Joe is either thinking I'm the most arrogant, over-confident sonofabitch he's dealt with in three days or more. Or he's trying to decide which guy in the small suite he'll ask to help toss my ass out the door, now stuffed with interested High End Audio Gapers waiting their turn at his transport. I'm not sure how Joe processed alternative possibilities but I think he voted somewhere in the middle.
I'm told the tubes got swapped out, from Sovtek to Chinese hand warmers (from hard to soft .. great!). The conversation that followed prompted my precise recommendation that Joe or one of his pals head down one floor to the GENESIS room where Steve McCormack -- once famous for inventing tip toes in his Intentional Madness Audio Invention Laboratory in Leucadia, California (a five minute walk to one of the world's best surfing beaches) -- held an uncommitted McCormack VRE-1 preamp, one of the essential pieces of audio gear yet created to my knowledge and not so accidental ongoing benefit.
How good is the VRE-1? Ask Joe Cohen.
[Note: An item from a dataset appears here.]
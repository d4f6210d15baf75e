import type { AreaDef } from '../../../framework/types';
What transpired after Joe's crew snagged and mounted the VRE-1 to their under-driven (abusively neglected) world class GRANADA speakers is likely to be one of my all time "Data Points in High End Audio History" . . . namely, a completely revived pair of speakers (and, remember, I HATE speakers) once gargling superior musical information choked in the pipe line, now offering audio glory despite former strangulation. Alas and hooray for musical reality !
You had to be there with me to witness an absolutely amazing set of speakers, recently throttled, NOW SINGING WITH LUCIANO PAVORITI'S thrilling glory.
Did I mention how much I like and respect the GRANADA SPEAKERS ? Did I mention how thoroughly pissed off that a dumb bloke like me can't afford them because a very nice small bank is owed significant bread so I can own a not so small hacienda not far from where McCormack did his infamous mischief with tip toes and the now not easily out-classed VRE-1 preamp?
I'll let Maestro Cohen tell the rest of this story because, for me, the fun was hearing a truly beautiful lady trying to escape confinement. The naked broads all over Vegas are pigs with lipstick. The GRANADAs, driven by the improbable VRE-1 preamp, are all lipstick, no pig : Marilyn Monroe's lipstick applied where you want it. Sophia Loren's gorgeous face whispering in your ear. How come I get to taste the wine, just like Ol' Blue Eyes once crooned, but don't get the dance? Damn. I want these GRANADAs (see) and maybe, when Joe's Gang ain't looking someday, my guys can slip their gorgeous bulk out the casino side door to my waiting cab.